(Extracted records)
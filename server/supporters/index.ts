// What other rooms may use of supporters and their consents.
export {
  CHANNELS,
  keepConsents,
  keepSupporter,
  listConsents,
  type Channel,
  type KeptConsent,
} from './supporters-service.ts';
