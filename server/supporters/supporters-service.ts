// Who gives: found again by address and name together, never by one alone; couples often share an address.
import { z } from 'zod';
import type { Trx } from '#server/platform/db.ts';
import { recordSupporter, type PersonalChange } from './supporters-audit.ts';

export type NewSupporter = {
  name: string;
  greeting: string;
  email: string;
  phone: string | null;
  addressLine1: string | null;
  addressLine2: string | null;
  town: string | null;
  postcode: string | null;
  country: string;
  isNameWithheld: boolean;
  at: Date;
};

const text = z.string().nullable();
const foundSchema = z.object({
  id: z.string(),
  name: z.string(),
  is_name_withheld: z.boolean(),
  phone: text,
  address_line1: text,
  address_line2: text,
  town: text,
  postcode: text,
  country: z.string(),
});
type Found = z.output<typeof foundSchema>;
type Column = Exclude<keyof Found, 'id'>;

const ADDRESS = ['address_line1', 'address_line2', 'town', 'postcode'] as const satisfies readonly Column[];

/** Letters alone decide: case, accents' spelling and spaces do not make another person. */
const sameName = (one: string, other: string): boolean => normalise(one) === normalise(other);
const normalise = (name: string): string =>
  name.normalize('NFKC').toLocaleLowerCase('en-GB').replaceAll(/\s+/g, ' ').trim();

const personalColumns = (supporter: NewSupporter) => ({
  name: supporter.name,
  greeting: supporter.greeting,
  email: supporter.email,
  phone: supporter.phone,
  address_line1: supporter.addressLine1,
  address_line2: supporter.addressLine2,
  town: supporter.town,
  postcode: supporter.postcode,
  country: supporter.country,
});

/**
 * What the record lacks and the giver now wrote. An address is taken whole or not at all: a flat of one house
 * with the street of another would reach nobody. Its country stands for nothing while there is no address.
 */
function findGaps(found: Found, supporter: NewSupporter): PersonalChange[] {
  const given = personalColumns(supporter);
  const hasNoAddress = ADDRESS.every((column) => found[column] === null);
  const hasNewAddress = ADDRESS.some((column) => given[column] !== null);
  const gaps = [
    ...(found.phone === null ? (['phone'] as const) : []),
    ...(hasNoAddress && hasNewAddress ? ([...ADDRESS, 'country'] as const) : []),
  ];
  return gaps
    .filter((column) => given[column] !== null && given[column] !== found[column])
    .map((column) => ({ field: column, before: found[column], after: given[column] }));
}

async function fillSupporter(trx: Trx, found: Found, supporter: NewSupporter): Promise<void> {
  const gaps = findGaps(found, supporter);
  if (gaps.length > 0) {
    await trx('supporters')
      .where({ id: found.id })
      .update(Object.fromEntries(gaps.map(({ field, after }) => [field, after])));
    await recordSupporter(trx, 'supporter-filled', { id: found.id, at: supporter.at }, gaps);
  }
  if (supporter.isNameWithheld && !found.is_name_withheld) {
    await trx('supporters').where({ id: found.id }).update({ is_name_withheld: true });
    await recordSupporter(trx, 'supporter-name-withheld', { id: found.id, at: supporter.at }, [
      { field: 'is_name_withheld', before: 'false', after: 'true' },
    ]);
  }
}

async function addSupporter(trx: Trx, supporter: NewSupporter): Promise<string> {
  const personal = personalColumns(supporter);
  const [row] = await trx('supporters')
    .insert({ ...personal, is_name_withheld: supporter.isNameWithheld, created_at: supporter.at })
    .returning<{ id: string }[]>('id');
  if (!row) throw new Error('the supporter was not written');
  const values = { ...personal, ...(supporter.isNameWithheld && { is_name_withheld: 'true' }) };
  await recordSupporter(
    trx,
    'supporter-recorded',
    { id: row.id, at: supporter.at },
    Object.entries(values)
      .filter(([, after]) => after !== null)
      .map(([field, after]) => ({ field, before: null, after })),
  );
  return row.id;
}

/**
 * The supporter with this address and name, or a new one. What is on record is never overwritten by a public
 * form, only what it lacks is filled; a wish to be hidden always counts.
 */
export async function keepSupporter(
  trx: Trx,
  supporter: NewSupporter,
): Promise<{ id: string; isNew: boolean }> {
  // Two gifts of one person at once must not make two people.
  await trx.raw('select pg_advisory_xact_lock(hashtextextended(?, 0))', [
    `supporter:${supporter.email.toLowerCase()}`,
  ]);
  const found: unknown[] = await trx('supporters')
    .whereRaw('lower(email) = ?', [supporter.email.toLowerCase()])
    .whereNull('merged_into')
    .whereNull('erased_at')
    .orderBy('created_at')
    .select('id', 'name', 'is_name_withheld', 'phone', ...ADDRESS, 'country');
  const same = found.map((row) => foundSchema.parse(row)).find((row) => sameName(row.name, supporter.name));
  if (!same) return { id: await addSupporter(trx, supporter), isNew: true };
  await fillSupporter(trx, same, supporter);
  return { id: same.id, isNew: false };
}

* What to do
Please go over the data above and copy each line with "given" in it.

* Solution to this exercise
  const given = personalColumns(supporter);
  const hasNewAddress = ADDRESS.some((column) => given[column] !== null);
    .filter((column) => given[column] !== null && given[column] !== found[column])
    .map((column) => ({ field: column, before: found[column], after: given[column] }));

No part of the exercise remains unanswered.